# How to complete this task
Give back all of the data exactly. Leave nothing out.
+++ Excerpted data +++
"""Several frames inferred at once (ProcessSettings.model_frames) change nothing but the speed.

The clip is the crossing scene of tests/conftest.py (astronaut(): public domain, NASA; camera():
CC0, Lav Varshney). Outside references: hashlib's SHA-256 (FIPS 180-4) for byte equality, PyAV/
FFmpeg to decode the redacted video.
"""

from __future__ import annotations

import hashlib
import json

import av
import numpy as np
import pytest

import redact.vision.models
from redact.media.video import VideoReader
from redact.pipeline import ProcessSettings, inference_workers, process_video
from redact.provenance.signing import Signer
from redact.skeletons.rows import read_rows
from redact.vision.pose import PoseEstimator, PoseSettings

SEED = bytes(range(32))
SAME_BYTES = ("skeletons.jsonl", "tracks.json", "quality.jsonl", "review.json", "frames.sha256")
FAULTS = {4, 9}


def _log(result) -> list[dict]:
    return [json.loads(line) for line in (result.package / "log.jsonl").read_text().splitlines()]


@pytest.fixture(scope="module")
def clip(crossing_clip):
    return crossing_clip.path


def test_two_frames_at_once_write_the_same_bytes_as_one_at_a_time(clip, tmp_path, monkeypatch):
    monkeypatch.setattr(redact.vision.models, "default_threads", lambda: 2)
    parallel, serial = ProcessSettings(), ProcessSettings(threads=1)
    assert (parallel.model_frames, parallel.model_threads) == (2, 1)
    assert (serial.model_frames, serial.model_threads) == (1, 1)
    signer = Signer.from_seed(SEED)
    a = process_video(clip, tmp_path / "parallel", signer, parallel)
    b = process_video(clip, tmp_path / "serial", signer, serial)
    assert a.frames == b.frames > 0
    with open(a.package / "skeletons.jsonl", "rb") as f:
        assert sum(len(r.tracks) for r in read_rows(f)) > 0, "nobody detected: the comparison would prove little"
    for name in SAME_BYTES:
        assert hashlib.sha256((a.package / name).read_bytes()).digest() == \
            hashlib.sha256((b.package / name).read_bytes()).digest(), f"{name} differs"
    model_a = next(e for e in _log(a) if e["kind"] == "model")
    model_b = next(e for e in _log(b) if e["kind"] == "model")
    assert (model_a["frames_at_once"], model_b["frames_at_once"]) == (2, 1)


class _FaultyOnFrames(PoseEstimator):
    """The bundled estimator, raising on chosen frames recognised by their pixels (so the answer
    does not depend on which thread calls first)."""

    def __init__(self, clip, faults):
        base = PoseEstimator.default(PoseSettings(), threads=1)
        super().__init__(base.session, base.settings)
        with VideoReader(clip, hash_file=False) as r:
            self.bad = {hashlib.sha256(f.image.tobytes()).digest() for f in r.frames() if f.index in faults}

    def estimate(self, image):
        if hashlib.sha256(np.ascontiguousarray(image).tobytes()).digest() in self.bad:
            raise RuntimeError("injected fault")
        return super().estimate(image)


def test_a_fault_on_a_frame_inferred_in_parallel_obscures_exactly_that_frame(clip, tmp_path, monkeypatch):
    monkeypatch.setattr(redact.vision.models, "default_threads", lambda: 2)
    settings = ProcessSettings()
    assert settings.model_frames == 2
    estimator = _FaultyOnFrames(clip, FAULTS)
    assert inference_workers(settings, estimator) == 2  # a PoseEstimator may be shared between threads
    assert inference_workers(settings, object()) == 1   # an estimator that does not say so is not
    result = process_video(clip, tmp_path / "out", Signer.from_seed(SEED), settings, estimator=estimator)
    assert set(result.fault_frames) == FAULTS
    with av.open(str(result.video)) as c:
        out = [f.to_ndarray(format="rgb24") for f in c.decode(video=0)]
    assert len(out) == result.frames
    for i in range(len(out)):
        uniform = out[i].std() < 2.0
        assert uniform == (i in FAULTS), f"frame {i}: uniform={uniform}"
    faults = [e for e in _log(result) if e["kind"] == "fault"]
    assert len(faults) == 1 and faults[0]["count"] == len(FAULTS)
+++
# Answer to this task
"""Several frames inferred at once (ProcessSettings.model_frames) change nothing but the speed.

The clip is the crossing scene of tests/conftest.py (astronaut(): public domain, NASA; camera():
CC0, Lav Varshney). Outside references: hashlib's SHA-256 (FIPS 180-4) for byte equality, PyAV/
FFmpeg to decode the redacted video.
"""

from __future__ import annotations

import hashlib
import json

import av
import numpy as np
import pytest

import redact.vision.models
from redact.media.video import VideoReader
from redact.pipeline import ProcessSettings, inference_workers, process_video
from redact.provenance.signing import Signer
from redact.skeletons.rows import read_rows
from redact.vision.pose import PoseEstimator, PoseSettings

SEED = bytes(range(32))
SAME_BYTES = ("skeletons.jsonl", "tracks.json", "quality.jsonl", "review.json", "frames.sha256")
FAULTS = {4, 9}


def _log(result) -> list[dict]:
    return [json.loads(line) for line in (result.package / "log.jsonl").read_text().splitlines()]


@pytest.fixture(scope="module")
def clip(crossing_clip):
    return crossing_clip.path


def test_two_frames_at_once_write_the_same_bytes_as_one_at_a_time(clip, tmp_path, monkeypatch):
    monkeypatch.setattr(redact.vision.models, "default_threads", lambda: 2)
    parallel, serial = ProcessSettings(), ProcessSettings(threads=1)
    assert (parallel.model_frames, parallel.model_threads) == (2, 1)
    assert (serial.model_frames, serial.model_threads) == (1, 1)
    signer = Signer.from_seed(SEED)
    a = process_video(clip, tmp_path / "parallel", signer, parallel)
    b = process_video(clip, tmp_path / "serial", signer, serial)
    assert a.frames == b.frames > 0
    with open(a.package / "skeletons.jsonl", "rb") as f:
        assert sum(len(r.tracks) for r in read_rows(f)) > 0, "nobody detected: the comparison would prove little"
    for name in SAME_BYTES:
        assert hashlib.sha256((a.package / name).read_bytes()).digest() == \
            hashlib.sha256((b.package / name).read_bytes()).digest(), f"{name} differs"
    model_a = next(e for e in _log(a) if e["kind"] == "model")
    model_b = next(e for e in _log(b) if e["kind"] == "model")
    assert (model_a["frames_at_once"], model_b["frames_at_once"]) == (2, 1)


class _FaultyOnFrames(PoseEstimator):
    """The bundled estimator, raising on chosen frames recognised by their pixels (so the answer
    does not depend on which thread calls first)."""

    def __init__(self, clip, faults):
        base = PoseEstimator.default(PoseSettings(), threads=1)
        super().__init__(base.session, base.settings)
        with VideoReader(clip, hash_file=False) as r:
            self.bad = {hashlib.sha256(f.image.tobytes()).digest() for f in r.frames() if f.index in faults}

    def estimate(self, image):
        if hashlib.sha256(np.ascontiguousarray(image).tobytes()).digest() in self.bad:
            raise RuntimeError("injected fault")
        return super().estimate(image)


def test_a_fault_on_a_frame_inferred_in_parallel_obscures_exactly_that_frame(clip, tmp_path, monkeypatch):
    monkeypatch.setattr(redact.vision.models, "default_threads", lambda: 2)
    settings = ProcessSettings()
    assert settings.model_frames == 2
    estimator = _FaultyOnFrames(clip, FAULTS)
    assert inference_workers(settings, estimator) == 2  # a PoseEstimator may be shared between threads
    assert inference_workers(settings, object()) == 1   # an estimator that does not say so is not
    result = process_video(clip, tmp_path / "out", Signer.from_seed(SEED), settings, estimator=estimator)
    assert set(result.fault_frames) == FAULTS
    with av.open(str(result.video)) as c:
        out = [f.to_ndarray(format="rgb24") for f in c.decode(video=0)]
    assert len(out) == result.frames
    for i in range(len(out)):
        uniform = out[i].std() < 2.0
        assert uniform == (i in FAULTS), f"frame {i}: uniform={uniform}"
    faults = [e for e in _log(result) if e["kind"] == "fault"]
    assert len(faults) == 1 and faults[0]["count"] == len(FAULTS)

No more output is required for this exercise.